The results indicated that 70-96% of air-conduction, and 76-85% of bone-conduction thresholds obtained via AAS were within 10 dB of those obtained via MA when tested in the community setting; whereas 65-87% of air- and 50-66% of bone-conduction thresholds were within 10 dB in the acute setting (Table 2). A difference within 10 dB is considered an acceptable range of deviation [3].
Table 3: Air-and bone-conduction threshold (including masked)
comparisons across different types of hearing loss tested via MA and AAS.
With regards to the accuracy, paired t-tests for MA-AAS thresholds were carried out across each frequency pair tested (Table 2). No significant difference was noted in the majority of frequencies of air-conduction thresholds (p>0.05). Significant differences were noted for bone-conduction thresholds especially in the acute setting (p<0.05) at 0.5, 1 and 4kHz (Table 3). The time needed to complete AAS testing was 9.09 minutes longer than the average time taken in community audiology for MA and 13.15 minutes longer than the average time taken in the acute setting. An example of the audiogram obtained via MA compared to the AAS equivalent is as shown in Figure 4.
Figure 4. Example of an audiogram obtained with MA (a) and AAS (b).
Discussion
The percentage of thresholds within 10 dB was higher for air-conduction and lower for bone-conduction. This was in agreement with Yu et al (2011), who attributed the lower bone-conduction accuracy to masking challenges and forehead placement versus mastoid placement of the bone conductor [4]. Our findings revealed statistically significant differences (p<0.05) for bone-conduction thresholds between AAS and MA. This is consistent with Mahomed et al (2013), who identified nine studies in their systematic review with inconsistencies between bone-conduction thresholds using MA and AAS [5]. With regards to the shorter time needed to complete MA vs. AAS, during AAS testing, if a false or erroneous response is given, a thorough threshold-seeking procedure is followed by AAS; whereas for MA the clinician can ignore a response if the patient signifies that the response was given in error.
Conclusion
Responses obtained using AAS are comparable to those via MA in the community audiology setting but not in the acute setting.

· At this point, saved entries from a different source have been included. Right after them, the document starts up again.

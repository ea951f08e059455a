//! Point-to-structure association: spatial index, footprint + buffer rule, surroundings ring.
//!
//! Rules (stated in docs/methods.md):
//! 1. A point inside a footprint belongs to that structure (role `structure`, `inside = true`).
//!    A point inside two footprints (overlapping footprints) is a tie.
//! 2. A point outside every footprint but within `buffer_m` of one or more footprints belongs to
//!    the structure whose footprint edge is nearest. Equal distances (within 1 mm) are a tie.
//! 3. Ties are excluded from every structure and counted.
//! 4. A point within `surroundings_m` of a footprint, and not assigned to that structure by rules
//!    1–2, is one of that structure's surroundings (context for relative movement). A point may be
//!    in the surroundings of several structures, and may also belong to a neighbouring structure.
//!
//! Owns the R-tree over footprint envelopes expanded by the surroundings radius (so the ingest
//! stage can keep only points within reach). It does not screen point quality (see `assess`).

use geo::{Contains, Distance, Euclidean, MultiPolygon, Point};
use rstar::{AABB, RTree, primitives::GeomWithData, primitives::Rectangle};

/// Two distances closer than this are a tie, m.
pub const TIE_TOLERANCE_M: f64 = 1e-3;

/// Role of an associated point.
#[derive(Debug, Clone, Copy, PartialEq, Eq, serde::Serialize)]
#[serde(rename_all = "lowercase")]
pub enum Role {
    /// On the structure (inside its footprint or its buffer).
    Structure,
    /// In the ring around it.
    Surroundings,
}

/// One (point, structure) link.
#[derive(Debug, Clone, Copy, PartialEq)]
pub struct Link {
    /// Structure index (input order).
    pub structure: usize,
    /// Role of the point for that structure.
    pub role: Role,
    /// Distance to the footprint, m (0 inside).
    pub distance_m: f64,
    /// True when the point lies inside the footprint.
    pub inside: bool,
}

/// Association outcome for one point.
#[derive(Debug, Clone, Default, PartialEq)]
pub struct PointLinks {
    /// Every link of the point (at most one with role `Structure`).
    pub links: Vec<Link>,
    /// True when the point was a tie between structures and excluded from all of them.
    pub tie: bool,
}

/// The spatial index over structures.
pub struct SpatialIndex {
    tree: RTree<GeomWithData<Rectangle<[f64; 2]>, usize>>,
    footprints: Vec<MultiPolygon<f64>>,
    buffer_m: f64,
    surroundings_m: f64,
}

impl SpatialIndex {
    /// Build the index over footprints in the analysis CRS.
    pub fn new(footprints: Vec<MultiPolygon<f64>>, buffer_m: f64, surroundings_m: f64) -> Self {
        use geo::BoundingRect;
        let reach = surroundings_m.max(buffer_m);
        let items = footprints
            .iter()
            .enumerate()
            .filter_map(|(i, f)| {
                let r = f.bounding_rect()?;
                Some(GeomWithData::new(
                    Rectangle::from_corners(
                        [r.min().x - reach, r.min().y - reach],
                        [r.max().x + reach, r.max().y + reach],
                    ),
                    i,
                ))
            })
            .collect();
        SpatialIndex {
            tree: RTree::bulk_load(items),
            footprints,
            buffer_m,
            surroundings_m,
        }
    }

    /// True when (x, y) lies within the expanded envelope of some structure (cheap pre-filter).
    pub fn within_reach(&self, x: f64, y: f64) -> bool {
        self.tree
            .locate_in_envelope_intersecting(&AABB::from_point([x, y]))
            .next()
            .is_some()
    }

    /// Associate one point (analysis CRS) by the rules in the module doc.
    pub fn associate(&self, x: f64, y: f64) -> PointLinks {
        let p = Point::new(x, y);
        let mut cands: Vec<(usize, f64, bool)> = self
            .tree
            .locate_in_envelope_intersecting(&AABB::from_point([x, y]))
            .map(|g| {
                let f = &self.footprints[g.data];
                let inside = f.contains(&p);
                let d = if inside {
                    0.0
                } else {
                    Euclidean.distance(f, &p)
                };
                (g.data, d, inside)
            })
            .filter(|(_, d, _)| *d <= self.surroundings_m.max(self.buffer_m))
            .collect();
        cands.sort_by_key(|c| c.0);
        let mut out = PointLinks::default();
        // Rule 1/2: choose the owning structure.
        let insiders: Vec<&(usize, f64, bool)> = cands.iter().filter(|c| c.2).collect();
        let owner: Option<usize> = if insiders.len() > 1 {
            out.tie = true;
            None
        } else if insiders.len() == 1 {
            Some(insiders[0].0)
        } else {
            let mut in_buffer: Vec<&(usize, f64, bool)> =
                cands.iter().filter(|c| c.1 <= self.buffer_m).collect();
            in_buffer.sort_by(|a, b| a.1.total_cmp(&b.1));
            match in_buffer.as_slice() {
                [] => None,
                [one] => Some(one.0),
                [a, b, ..] => {
                    if (b.1 - a.1).abs() <= TIE_TOLERANCE_M {
                        out.tie = true;
                        None
                    } else {
                        Some(a.0)
                    }
                }
            }
        };
        for (s, d, inside) in cands {
            if Some(s) == owner {
                out.links.push(Link {
                    structure: s,
                    role: Role::Structure,
                    distance_m: d,
                    inside,
                });
            } else if d <= self.surroundings_m && !(out.tie && d <= self.buffer_m) {
                out.links.push(Link {
                    structure: s,
                    role: Role::Surroundings,
                    distance_m: d,
                    inside,
                });
            }
        }
        out
    }
}

#[cfg(test)]
mod tests {
    use super::*;
    use geo::{LineString, Polygon};

    fn rect(x0: f64, y0: f64, x1: f64, y1: f64) -> MultiPolygon<f64> {
        MultiPolygon::new(vec![Polygon::new(
            LineString::from(vec![(x0, y0), (x1, y0), (x1, y1), (x0, y1), (x0, y0)]),
            vec![],
        )])
    }

    fn index() -> SpatialIndex {
        // Two 10 m squares 6 m apart: A = [0,10]², B = [16,26]×[0,10].
        SpatialIndex::new(
            vec![rect(0.0, 0.0, 10.0, 10.0), rect(16.0, 0.0, 26.0, 10.0)],
            5.0,
            50.0,
        )
    }

    fn owner(l: &PointLinks) -> Option<usize> {
        l.links
            .iter()
            .find(|k| k.role == Role::Structure)
            .map(|k| k.structure)
    }

    #[test]
    fn inside_belongs_to_footprint() {
        let l = index().associate(5.0, 5.0);
        assert_eq!(owner(&l), Some(0));
        assert!(
            l.links
                .iter()
                .any(|k| k.structure == 1 && k.role == Role::Surroundings)
        );
    }

    #[test]
    fn buffer_goes_to_nearest_edge() {
        let l = index().associate(12.0, 5.0); // 2 m from A, 4 m from B
        assert_eq!(owner(&l), Some(0));
        let l = index().associate(14.5, 5.0); // 4.5 m from A, 1.5 m from B
        assert_eq!(owner(&l), Some(1));
    }

    #[test]
    fn equidistant_buffer_point_is_a_tie() {
        let l = index().associate(13.0, 5.0);
        assert!(l.tie);
        assert_eq!(owner(&l), None);
    }

    #[test]
    fn outside_buffer_is_surroundings_only() {
        let l = index().associate(5.0, 30.0); // 20 m north of A
        assert_eq!(owner(&l), None);
        assert!(!l.tie);
        assert!(l.links.iter().all(|k| k.role == Role::Surroundings));
        assert!(!index().within_reach(500.0, 500.0));
        assert!(index().associate(500.0, 500.0).links.is_empty());
    }

    #[test]
    fn rotated_footprint_and_multipolygon() {
        // A square rotated by 45° (diamond) centred at (0, 0), half-diagonal 10 m, and a
        // MultiPolygon of two separate parts belonging to one structure.
        let diamond = MultiPolygon::new(vec![Polygon::new(
            LineString::from(vec![
                (0.0, -10.0),
                (10.0, 0.0),
                (0.0, 10.0),
                (-10.0, 0.0),
                (0.0, -10.0),
            ]),
            vec![],
        )]);
        let mut parts = rect(100.0, 0.0, 110.0, 10.0);
        parts.0.extend(rect(130.0, 0.0, 140.0, 10.0).0);
        let idx = SpatialIndex::new(vec![diamond, parts], 5.0, 50.0);
        // (8, 8) is inside the diamond's bounding box but outside the diamond, 4.24 m from its edge.
        let l = idx.associate(8.0, 8.0);
        let k = l.links.iter().find(|k| k.role == Role::Structure).unwrap();
        assert!(!k.inside && (k.distance_m - 6.0 / 2f64.sqrt()).abs() < 1e-9);
        assert_eq!(owner(&idx.associate(135.0, 5.0)), Some(1));
        assert_eq!(owner(&idx.associate(120.0, 5.0)), None); // 10 m from both parts
    }
}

This may be because of the complexity of hearing losses in patients presenting to an acute ENT setting (conductive, mixed, unilateral losses). AAS was more time-consuming and reduced accuracy was noted in the acute setting. AAS could be beneficial in community audiology centres for routine hearing evaluations, conducted by healthcare assistants. The results will however still need to be interpreted with caution, especially in cases of conductive or mixed losses, or, where appropriate, in conjunction with other objective tests like tympanometry, acoustic reflex thresholds or otoacoustic emissions. Difficult-to-test patients would still require assessment by an audiologist. It would be beneficial to repeat this study in an acute setting with a larger population since the results obtained from AAS were significantly different for the patient cohorts seen in this setting.
References
1. British Society of Audiology (BSA). Recommended procedure: Pure-tone air-conduction and bone-conduction threshold audiometry with and without masking. 2018.
www.thebsa.org.uk/wp-content/uploads/
2018/11/OD104-32-Recommended-
Procedure-Pure-Tone-Audiometry-
August-2018-FINAL.pdf.
Last accessed April 2021.
2. Ototronix. Otogram hearing diagnostic system.

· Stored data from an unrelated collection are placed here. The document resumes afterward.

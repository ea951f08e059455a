//! Screening near planned works: greenfield predictions from tunnels and excavations, the staged
//! assessment of each structure against them, and predicted against observed movement.
//!
//! Files:
//! - [`model`]: the `[works]` section of the portfolio file and its validation;
//! - [`geometry`]: the works in the analysis CRS and the superposed movement field;
//! - [`tunnel`]: Peck (1969) troughs per alignment segment, the face position, Φ;
//! - [`excavation`]: Clough & O'Rourke (1990) envelopes behind an excavation outline;
//! - [`staged`]: stage 1 (Rankin 1988) and stage 2 (limiting tensile strain on the greenfield
//!   profile, Mair, Taylor & Burland 1996) for one structure;
//! - [`compare`]: predicted against observed, and the face history of dated drives.
//!
//! The one entry point of the pipeline is [`screen_structure`]. This module does no file I/O:
//! the portfolio reader calls [`model::validate`], the run converts the works once with
//! [`WorksGeometry::project`]. It never changes the measured result of a structure.

pub mod compare;
pub mod excavation;
pub mod geometry;
pub mod model;
pub mod staged;
pub mod tunnel;

pub use compare::Observed;
pub use geometry::WorksGeometry;
pub use model::{RawWorks, WorksSpec};

use chrono::NaiveDate;
use geo::MultiPolygon;
use serde::Serialize;

use crate::criteria::CriteriaSet;
#[cfg(test)]
use crate::damage::Mode;

use compare::{FaceHistory, MIN_PREDICTED_RATIO, MIN_PREDICTED_SETTLEMENT_MM, Row, row};
use geometry::Movement;
use staged::{Stage1, Stage2};

/// What [`screen_structure`] needs about one structure.
#[derive(Debug, Clone)]
pub struct StructureInput<'a> {
    /// Structure id (selects the modification factors).
    pub id: &'a str,
    /// Footprint in the analysis CRS.
    pub footprint: &'a MultiPolygon<f64>,
    /// Height to eaves, m.
    pub height_m: f64,
    /// Assessment window start.
    pub window_start: NaiveDate,
    /// Assessment window end.
    pub window_end: NaiveDate,
    /// The observation.
    pub observed: Observed,
}

/// Distance from a structure to one of the works (for the plan view and the text).
#[derive(Debug, Clone, PartialEq, Serialize)]
pub struct NearbyWorks {
    /// Name.
    pub name: String,
    /// `tunnel` or `excavation`.
    pub kind: String,
    /// Distance from the footprint centroid to the alignment or the outline, m.
    pub distance_m: f64,
    /// Chainage of the nearest alignment point, m (tunnels).
    pub chainage_m: Option<f64>,
    /// Predicted settlement at the centroid from this item alone, all works complete, mm.
    pub settlement_at_centroid_mm: f64,
}

/// Predicted against observed for the comparison period.
#[derive(Debug, Clone, PartialEq, Serialize)]
pub struct Comparison {
    /// What the predicted side covers.
    pub period: String,
    /// Rows: settlement_mm, tilt, max_slope, deflection_ratio, damage_category.
    pub rows: Vec<Row>,
    /// Observed / predicted largest settlement, when both exist and the prediction is ≥ 0.1 mm.
    pub observed_to_predicted_settlement: Option<f64>,
    /// True when the observed settlement exceeds the predicted one.
    pub observation_exceeds_prediction: Option<bool>,
}

/// Everything the works screening reports for one structure (`works` in results.json).
#[derive(Debug, Clone, PartialEq, Serialize)]
pub struct WorksScreening {
    /// Works near the structure, nearest first.
    pub nearby: Vec<NearbyWorks>,
    /// Stage 1 on the complete prediction.
    pub stage1: Stage1,
    /// Stage 2 on the complete prediction (computed even when stage 1 drops the structure, for
    /// the comparison; see `stage1.stage2_required`).
    pub stage2: Option<Stage2>,
    /// Why there is no stage 2.
    pub stage2_unavailable_because: Option<String>,
    /// Largest predicted settlement on the footprint, all works complete, mm.
    pub predicted_settlement_mm: f64,
    /// Predicted ("possible") damage category 0–5 from stage 2.
    pub predicted_category: Option<u8>,
    /// Predicted against observed.
    pub comparison: Comparison,
    /// Observed settlement against the face of each dated drive.
    pub face_history: Vec<FaceHistory>,
    /// Assumptions, in plain words.
    pub assumptions: Vec<String>,
}

/// A structure's footprint has no area or no vertices.
#[derive(Debug, Clone, PartialEq, thiserror::Error)]
#[error("structure {id}: footprint has no vertices, nothing to screen")]
pub struct EmptyFootprint {
    /// Structure id.
    pub id: String,
}

/// Screen one structure against the works: stage 1, stage 2, predicted against observed.
///
/// Never panics on data; an empty footprint is an [`EmptyFootprint`] error.
pub fn screen_structure(
    works: &WorksGeometry,
    input: &StructureInput,
    set: &CriteriaSet,
) -> Result<WorksScreening, EmptyFootprint> {
    let samples = staged::sample_footprint(input.footprint).ok_or_else(|| EmptyFootprint {
        id: input.id.to_string(),
    })?;
    let mut assumptions = base_assumptions(works);
    let full = |x: f64, y: f64| works.movement(x, y, None);
    let s1 = staged::stage1(input.footprint, &samples, &full);
    let factors = works.stiffness_for(input.id);
    let sec = staged::section(works, &samples, s1.max_settlement_at);
    let (s2, s2_none) = match &sec {
        Some(sec) if sec.x_end_m > sec.x_start_m => (
            Some(staged::stage2(
                sec,
                &full,
                input.height_m,
                set,
                &factors,
                &s1,
            )),
            None,
        ),
        Some(_) => (
            None,
            Some("the structure has no extent across the section".to_string()),
        ),
        None => (
            None,
            Some("the works predict no settlement on the structure".to_string()),
        ),
    };
    if s1.negligible {
        assumptions.push(
            "stage 1: greenfield slope below 1/500 and settlement below 10 mm, negligible risk; \
             stage 2 shown for information only"
                .into(),
        );
    }

    // Comparison period.
    let dated = works.has_dates();
    let (start, end) = (input.window_start, input.window_end);
    let window_field = |x: f64, y: f64| -> Movement {
        let a = works.movement(x, y, Some(start));
        let b = works.movement(x, y, Some(end));
        Movement {
            settlement_m: b.settlement_m - a.settlement_m,
            horizontal_m: [
                b.horizontal_m[0] - a.horizontal_m[0],
                b.horizontal_m[1] - a.horizontal_m[1],
            ],
            excavation_settlement_m: b.excavation_settlement_m - a.excavation_settlement_m,
        }
    };
    let (period, cmp_s1, cmp_s2, cmp_tilt) = if dated {
        let c1 = staged::stage1(input.footprint, &samples, &window_field);
        let c2 = sec
            .as_ref()
            .filter(|s| s.x_end_m > s.x_start_m)
            .map(|sec| staged::stage2(sec, &window_field, input.height_m, set, &factors, &c1));
        let tilt = staged::plane_tilt(&window_field, &samples);
        (
            format!(
                "predicted change between the window start {start} and end {end} (face positions \
                 on those dates; undated works counted in full at both dates, so they cancel)"
            ),
            c1,
            c2,
            tilt,
        )
    } else {
        assumptions.push(
            "no construction dates: all works are taken as having happened inside the assessment \
             window, and the whole prediction is compared with the observation"
                .into(),
        );
        (
            "whole predicted movement (no construction dates)".to_string(),
            s1.clone(),
            s2.clone(),
            staged::plane_tilt(&full, &samples),
        )
    };
    let o = &input.observed;
    let why = o.unavailable_because.as_deref();
    let settlement = row(
        "settlement_mm",
        Some(cmp_s1.max_settlement_mm),
        o.settlement_mm,
        MIN_PREDICTED_SETTLEMENT_MM,
        why,
    );
    let rows = vec![
        settlement.clone(),
        row("tilt", cmp_tilt, o.tilt, MIN_PREDICTED_RATIO, why),
        row(
            "max_slope",
            Some(cmp_s1.max_slope),
            o.max_slope,
            MIN_PREDICTED_RATIO,
            why,
        ),
        row(
            "deflection_ratio",
            cmp_s2.as_ref().and_then(|s| s.deflection_ratio),
            o.deflection_ratio,
            MIN_PREDICTED_RATIO,
            why,
        ),
        {
            let mut r = row(
                "damage_category",
                cmp_s2.as_ref().and_then(|s| s.category).map(f64::from),
                o.damage_category.map(f64::from),
                f64::INFINITY,
                why,
            );
            r.ratio = None;
            if r.predicted.is_some() && r.observed.is_some() {
                r.note = Some("categories are compared, not divided".into());
            }
            r
        },
    ];
    let comparison = Comparison {
        period,
        observed_to_predicted_settlement: settlement.ratio,
        observation_exceeds_prediction: settlement.observed_exceeds_predicted,
        rows,
    };

    let c = samples.centroid;
    let mut nearby: Vec<NearbyWorks> = works
        .tunnels
        .iter()
        .filter_map(|t| {
            let (ch, d) = t.nearest_chainage_m(c[0], c[1])?;
            Some(NearbyWorks {
                name: t.name.clone(),
                kind: "tunnel".into(),
                distance_m: d,
                chainage_m: Some(ch),
                settlement_at_centroid_mm: t.movement(c[0], c[1], None).0 * 1000.0,
            })
        })
        .chain(works.excavations.iter().map(|e| NearbyWorks {
            name: e.name.clone(),
            kind: "excavation".into(),
            distance_m: e.distance_behind_wall_m(c[0], c[1]),
            chainage_m: None,
            settlement_at_centroid_mm: e.settlement_m(c[0], c[1]) * 1000.0,
        }))
        .collect();
    nearby.sort_by(|a, b| a.distance_m.total_cmp(&b.distance_m));
    for e in &works.excavations {
        if samples.points.iter().any(|p| e.contains(p[0], p[1])) {
            assumptions.push(format!(
                "part of the structure lies inside excavation \"{}\": distance 0 (full δ_vm) used \
                 there",
                e.name
            ));
        }
    }

    Ok(WorksScreening {
        nearby,
        predicted_settlement_mm: s1.max_settlement_mm,
        predicted_category: s2.as_ref().and_then(|s| s.category),
        stage1: s1,
        stage2: s2,
        stage2_unavailable_because: s2_none,
        comparison,
        face_history: compare::face_histories(works, &samples, o),
        assumptions,
    })
}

www.ototronixdiagnostics.com.
Last accessed April 2021.
3. Ho ATP, Hildreth AJ, Lindsey L. Computer-assisted audiometry versus manual audiometry. Otol Neurotol 2009;30:876-83.
4. Yu J, Ostevik A, Hodgetts B, Ho A. Automated hearing tests: applying the otogram to patients who are difficult to test. J Otolaryngol Head Neck Surg 2011;40:376-83.
5. Mahomed F, Swanepoel DW, Eikelboom RH, Soer M. Validity of automated threshold audiometry: a systematic review and meta-analysis. Ear Hear 2013;34:745-52.